Vectorized Benchmarks for the Berkeley Dwarfs
MetadataShow full item record
In order to guide development of new hardware that meet ever increasing needs, researchers and system designers need high quality performance evaluation tools. In computer science, benchmarking has emerged as one of the most important methods for this purpose. Multiple benchmarks that collectively evaluate a system for a wide range of characteristics in a specific area of interest are compiled into benchmark suites. The purpose is to increase the chances that insight of high validity can be leveraged, i.e. the insight is of high enough accuracy to be applied to real computer systems. The Berkeley dwarfs taxonomy, which are 13 computational patterns in widespread use in the fields of science and engineering, can be used for this purpose.

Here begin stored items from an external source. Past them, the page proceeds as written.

const char *fl_unit_text(fl_unit unit);
fl_quantity fl_unit_quantity(fl_unit unit);
/* Value in `unit` to the inside unit and back. */
double fl_to_inside(double value, fl_unit unit);
double fl_from_inside(double inside, fl_unit unit);
/* Finds a unit by any accepted spelling (case matters only where it must: "mPa" is not "MPa"; "cSt", "cP",
 * "mm2/s", "degC", "rpm", "mPas" are accepted). FL_E_VALUE names the near ones of the expected quantity. */
fl_status fl_unit_parse(const char *text, fl_unit *out, fl_error *err) FL_MUST_USE;

/* "10.42 mA", "0,52bar", "7.6 psi", "12": splits number and unit. Without a unit *unit is set to `fallback`.
 * Statuses as fl_decimal_parse and fl_unit_parse. */
fl_status fl_amount_parse(const char *text, fl_unit fallback, fl_decimal *number, fl_unit *unit, double *thousands,
                          fl_error *err) FL_MUST_USE;

/* ---- time -------------------------------------------------------------------------------------------------- */

/* Seconds since 1970-01-01T00:00:00Z, leap seconds ignored. */
typedef int64_t fl_utc;
/* Days since 1970-01-01; FL_NO_DAY where a date is absent. */
typedef int32_t fl_day;
#define FL_NO_DAY INT32_MIN

#define FL_UTC_SIZE 24
#define FL_DAY_SIZE 12
/* "2026-04-14T08:00:12Z". Returns out. */
char *fl_utc_format(fl_utc utc, char out[FL_UTC_SIZE]);
fl_status fl_utc_parse(const char *text, fl_utc *out, fl_error *err) FL_MUST_USE;
/* "2026-04-14"; FL_NO_DAY gives "-". Returns out. */
char *fl_day_format(fl_day day, char out[FL_DAY_SIZE]);
/* ISO dates only (others are ambiguous and the sentence says so); real calendar days, years 1900 to 2200. */
fl_status fl_day_parse(const char *text, fl_day *out, fl_error *err) FL_MUST_USE;
fl_day fl_day_of(fl_utc utc);
fl_day fl_day_from_civil(int year, int month, int day_of_month);
void fl_day_to_civil(fl_day day, int *year, int *month, int *day_of_month);

/* ---- checked files ----------------------------------------------------------------------------------------- */

/* The calls that may fail, as a table so that tests can make the n-th one fail. Semantics and errno of POSIX. */
typedef struct fl_io {
	int (*open)(void *self, const char *path, int flags, unsigned mode);
	long (*read)(void *self, int fd, void *bytes, size_t size);
	long (*write)(void *self, int fd, const void *bytes, size_t size);
	int (*sync)(void *self, int fd);
	int (*close)(void *self, int fd);
	int (*truncate)(void *self, int fd, int64_t length);
	int (*rename)(void *self, const char *from, const char *to);
	int (*rename_new)(void *self, const char *from, const char *to); /* EEXIST where `to` exists, in one step */
	int (*unlink)(void *self, const char *path);
	int (*make_folder)(void *self, const char *path, unsigned mode);
	int (*lock)(void *self, int fd); /* exclusive, without waiting */
	int64_t (*size)(void *self, int fd);
	void *self;
} fl_io;

/* The system's calls. */
const fl_io *fl_io_system(void);

/* Turns errno of a failed call into a status and a sentence that names the path and what to do. */
fl_status fl_io_fail(fl_error *err, const char *doing, const char *path, int error_number);

/* Reads a whole file of at most `limit` bytes into arena memory, one zero byte behind it. */
fl_status fl_file_read(const fl_io *io, const char *path, size_t limit, fl_arena *arena, char **bytes, size_t *length,
                       fl_error *err) FL_MUST_USE;
/* Writes beside, syncs, renames over, syncs the folder: afterwards the path holds either all the bytes or what it
 * held before. `replace` false refuses an existing path with FL_E_EXISTS. */
fl_status fl_file_write(const fl_io *io, const char *path, const void *bytes, size_t length, bool replace,
                        fl_error *err) FL_MUST_USE;
/* Creates a folder and those above it (mode 0700); existing ones are fine. */
fl_status fl_folder_make(const fl_io *io, const char *path, fl_error *err) FL_MUST_USE;

/* A file that only grows. Each fl_append_line is on disk when it returns FL_OK. After a failed write the file is
 * cut back to its last good length where possible, and the handle refuses everything until it is opened again. */
typedef struct fl_append {
	const fl_io *io;
	int fd;
	int64_t length; /* bytes known to be good */
	bool broken;
	char path[512];
} fl_append;

/* Opens for appending with an exclusive lock. `create` makes a new file (FL_E_EXISTS if there is one). `keep` is
 * the length up to which the file is good (ignored with `create`): what stands behind it is cut off. A negative
 * `keep` leaves all of it: the way to read and check the file under its lock and then call fl_append_cut, so that
 * what another program wrote in between is never cut. FL_E_STATE when another program has it open. */
fl_status fl_append_open(fl_append *append, const fl_io *io, const char *path, bool create, int64_t keep,
                         fl_error *err) FL_MUST_USE;
/* Cuts the file back to `length`, the end of what was found good; FL_E_STATE if the file is shorter than that. */
fl_status fl_append_cut(fl_append *append, int64_t length, fl_error *err) FL_MUST_USE;
fl_status fl_append_bytes(fl_append *append, const char *bytes, size_t length, fl_error *err) FL_MUST_USE;
/* Closes and lets the lock go; a handle that is all zero or closed already is fine. */
void fl_append_close(fl_append *append);

#endif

From the start of the 21st century, as conventional instruction-level parallelism has failed to provide further microprocessor performance increases, the industry has been looking for ways to exploit other types of parallelism as well. One of these is data-level parallelism, found in the single input multiple data (SIMD) computer organization. Research shows that using vectorization can offer more benefits, e.g. increased energy efficiency. However, while SIMD is seeing increased adoption today, Cebrian et al. noticed that SIMD-aware benchmarking tools are not as widely available, which they argue can cause SIMD designers to under/over estimate the impact of their contributions. For this reason, they proposed SIMDwarfs, aiming to offer the research community with a SIMD-aware benchmark suite covering all 13 Berkeley dwarfs.In this thesis we have contributed to SIMDwarfs by analyzing four retrieved, vectorized benchmark implementations from three uncovered dwarfs: nbody from n-body methods, nqueens from backtrack and branch-and-bound, and NW and SWat from dynamic programming. All implementations were evaluated using non-vectorized configurations and configurations utilizing SSE and AVX SIMD extensions. The results indicated that while vectorization offered improved performance, the hardware used for the evaluations limited further performance increases. With these implementations added, SIMDwarfs now cover 10 of 13 dwarfs.